753. Cracking the Safe

There is a box protected by a password. The password is n digits, where each letter can be one of the first k digits 0, 1, ..., k-1.

You can keep inputting the password, the password will automatically be matched against the last n digits entered.

For example, assuming the password is "345", I can open it when I type "012345", but I enter a total of 6 digits.

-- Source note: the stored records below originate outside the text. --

#!/usr/bin/python3
"""NIfTI coil-map files and the maps they must decode to, for the coil-map upload tests.

Run with Debian's interpreter and packages (python3-nibabel, python3-numpy):

    /usr/bin/python3 tests/reference/generate_coil_map_niftis.py

Writes, under tests/fixtures/coil-maps/ (invented values: seeded numpy draws, no scan data):
- complex64-4d.nii.gz: NIfTI-1, (x, y, 1, coils) = (12, 8, 1, 3), complex64, gzipped;
- complex64-3d-nifti2.nii: NIfTI-2, (x, y, coils) = (10, 6, 2), complex64;
- float32-3d.nii: NIfTI-1, (x, y, coils) = (9, 7, 4), float32 (real maps);
- slices-4d.nii: NIfTI-1, (6, 5, 2, 3), float32 (two slices: refused);
- coils-33.nii: NIfTI-1, (4, 4, 33), float32 (one coil more than the limit: refused);
- scaled.nii: NIfTI-1, (4, 4, 2), float32 with scl_slope 2 (scaling: refused);
- described.nii: as float32-3d.nii, with an invented description and intent name in the header;
and tests/reference/fixtures/coil-map-niftis.json with, for each accepted file, the maps in the
project's layout, computed here with numpy: coil c, image row r, column i holds voxel
(i, ny - 1 - r, [0,] c) - rows flipped as image uploads are, j increasing upward - as
interleaved re, im, coil-major. Values are seeded draws rounded to multiples of 1/1024 in
[-4, 4), so every one is exact in float32 and the JSON round trip is exact.
"""

import json
import os

import nibabel as nib
import numpy as np

HERE = os.path.dirname(os.path.abspath(__file__))
FIXTURES = os.path.join(HERE, '..', 'fixtures', 'coil-maps')
OUT = os.path.join(HERE, 'fixtures', 'coil-map-niftis.json')
rng = np.random.default_rng(20261202)


def draws(shape):
    return np.round(rng.uniform(-4, 4, size=shape) * 1024) / 1024


def expected_layout(volume):
    """volume[i, j, c] (complex or real) -> interleaved coil-major list in image order."""
    nx, ny, coils = volume.shape
    out = []
    for c in range(coils):
        plane = volume[:, ::-1, c].T  # [row, column], row 0 = j = ny - 1
        for value in plane.reshape(-1):
            out.extend([float(np.real(value)), float(np.imag(value))])
    return out


def save(image, name):
    path = os.path.join(FIXTURES, name)
    nib.save(image, path)
    return path


def main():
    os.makedirs(FIXTURES, exist_ok=True)
    cases = {}

    data = (draws((12, 8, 1, 3)) + 1j * draws((12, 8, 1, 3))).astype(np.complex64)
    save(nib.Nifti1Image(data, np.eye(4)), 'complex64-4d.nii.gz')
    cases['complex64-4d.nii.gz'] = {'nx': 12, 'ny': 8, 'coils': 3, 'data': expected_layout(data[:, :, 0, :])}

    data = (draws((10, 6, 2)) + 1j * draws((10, 6, 2))).astype(np.complex64)
    save(nib.Nifti2Image(data, np.eye(4)), 'complex64-3d-nifti2.nii')
    cases['complex64-3d-nifti2.nii'] = {'nx': 10, 'ny': 6, 'coils': 2, 'data': expected_layout(data)}

    data = draws((9, 7, 4)).astype(np.float32)
    save(nib.Nifti1Image(data, np.eye(4)), 'float32-3d.nii')
    cases['float32-3d.nii'] = {'nx': 9, 'ny': 7, 'coils': 4, 'data': expected_layout(data)}

    described = nib.Nifti1Image(data, np.eye(4))
    described.header['descrip'] = b'Invented Person 1970 study 42'
    described.header['intent_name'] = b'Invented'
    save(described, 'described.nii')
    cases['described.nii'] = cases['float32-3d.nii']

    save(nib.Nifti1Image(draws((6, 5, 2, 3)).astype(np.float32), np.eye(4)), 'slices-4d.nii')
    save(nib.Nifti1Image(draws((4, 4, 33)).astype(np.float32), np.eye(4)), 'coils-33.nii')
    # nibabel leaves float data unscaled (scl_slope NaN) whatever the header says, so the slope is
    # written into the saved file: nifti1.h puts scl_slope at byte 112 (float32, the file's byte order).
    path = save(nib.Nifti1Image(draws((4, 4, 2)).astype(np.float32), np.eye(4)), 'scaled.nii')
    with open(path, 'r+b') as f:
        f.seek(112)
        f.write(np.array([2.0], dtype='<f4').tobytes())

    with open(OUT, 'w') as f:
        json.dump(
            {
                'generator': 'tests/reference/generate_coil_map_niftis.py',
                'nibabel': nib.__version__,
                'numpy': np.__version__,
                'cases': cases,
            },
            f,
        )
        f.write('\n')


if __name__ == '__main__':
    main()
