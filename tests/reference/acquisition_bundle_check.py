"""Reads an exported acquisition bundle with Debian's python3-nibabel and python3-numpy and
reconstructs its zero-filled image independently of the service (docs/design.md §4.11).

Usage: /usr/bin/python3 tests/reference/acquisition_bundle_check.py DIR
DIR holds acquisition.nii, acquisition.json and images.nii of one Cartesian reconstruction whose
zero-filled image is the root-sum-of-squares of its coil images (one coil, or raw data).
Prints one JSON object: the NIfTI facts nibabel reports, the acquired count against the table, and
the largest difference between numpy's zero-filled root-sum-of-squares and the service's zero-filled
volume of images.nii, relative to that volume's maximum.
"""
import json
import os
import sys

import nibabel
import numpy as np

folder = sys.argv[1]
header = json.load(open(os.path.join(folder, "acquisition.json")))
kspace_file = nibabel.load(os.path.join(folder, "acquisition.nii"))
kspace = np.asanyarray(kspace_file.dataobj)  # [u, v, 0, coil]
nx, ny = header["matrix"]["nx"], header["matrix"]["ny"]

# Coil images by the centred orthonormal DFT the header states; K[v, u] is the plane transposed.
rss = np.zeros((ny, nx))
for c in range(kspace.shape[3]):
    plane = kspace[:, :, 0, c].T.astype(np.complex128)
    image = np.fft.fftshift(np.fft.ifft2(np.fft.ifftshift(plane), norm="ortho"))
    rss += np.abs(image) ** 2
rss = np.sqrt(rss)

# images.nii: voxel (i, j) is column i, row ny − 1 − j; its volumes are named in descrip.
volumes_file = nibabel.load(os.path.join(folder, "images.nii"))
volumes = np.asanyarray(volumes_file.dataobj)
names = volumes_file.header["descrip"].tobytes().decode("latin1").rstrip("\x00").split(": ")[1].split(",")
zero_filled = volumes[:, :, 0, names.index("zero-filled")].T[::-1, :]

# The table's acquired points against the non-zero grid points of the first coil.
columns = header["table"]["columns"]
rows = np.array(header["table"]["rows"], dtype=np.int64).reshape(-1, 3)
ky = rows[:, columns.index("ky")]
kx = rows[:, columns.index("kx")]
table_mask = np.zeros((ny, nx), dtype=bool)
table_mask[ny // 2 - ky, kx + nx // 2] = True
nonzero = np.any(kspace[:, :, 0, :] != 0, axis=2).T

print(json.dumps({
    "source": "nibabel " + nibabel.__version__ + ", numpy " + np.__version__,
    "dtype": str(kspace.dtype),
    "shape": [int(v) for v in kspace.shape],
    "datatype": int(kspace_file.header["datatype"]),
    "tableCount": int(rows.shape[0]),
    "nonzeroOutsideTable": int(np.count_nonzero(nonzero & ~table_mask)),
    "maxRelativeDifference": float(np.max(np.abs(rss - zero_filled)) / np.max(zero_filled)),
}))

Please return any string of minimum length that is guaranteed to open the box after the entire string is inputted.

Example 1:

Input: n = 1, k = 2
Output: "01"
Note: "10" will be accepted too.

Example 2:

Input: n = 2, k = 2
Output: "00110"
Note: "01100", "10011", "11001" will be accepted too.

Note:

1. n will be in the range [1, 4].
2. k will be in the range [1, 10].
3. k^n will be at most 4096.

class Solution:
    def crackSafe(self, n, k):
        """
        :type n: int
        :type k: int
        :rtype: str
        """
        seen = set()
        ans = []
        def dfs(node):
            for x in map(str, range(k)):
                nei = node + x
                if nei not in seen:
                    seen.add(nei)
                    dfs(nei[1:])
                    ans.append(x)
        dfs("0" * (n-1))
        return "".join(ans) + "0" * (n-1)

思路是利用欧拉回路的方法，使用dfs走遍所有节点。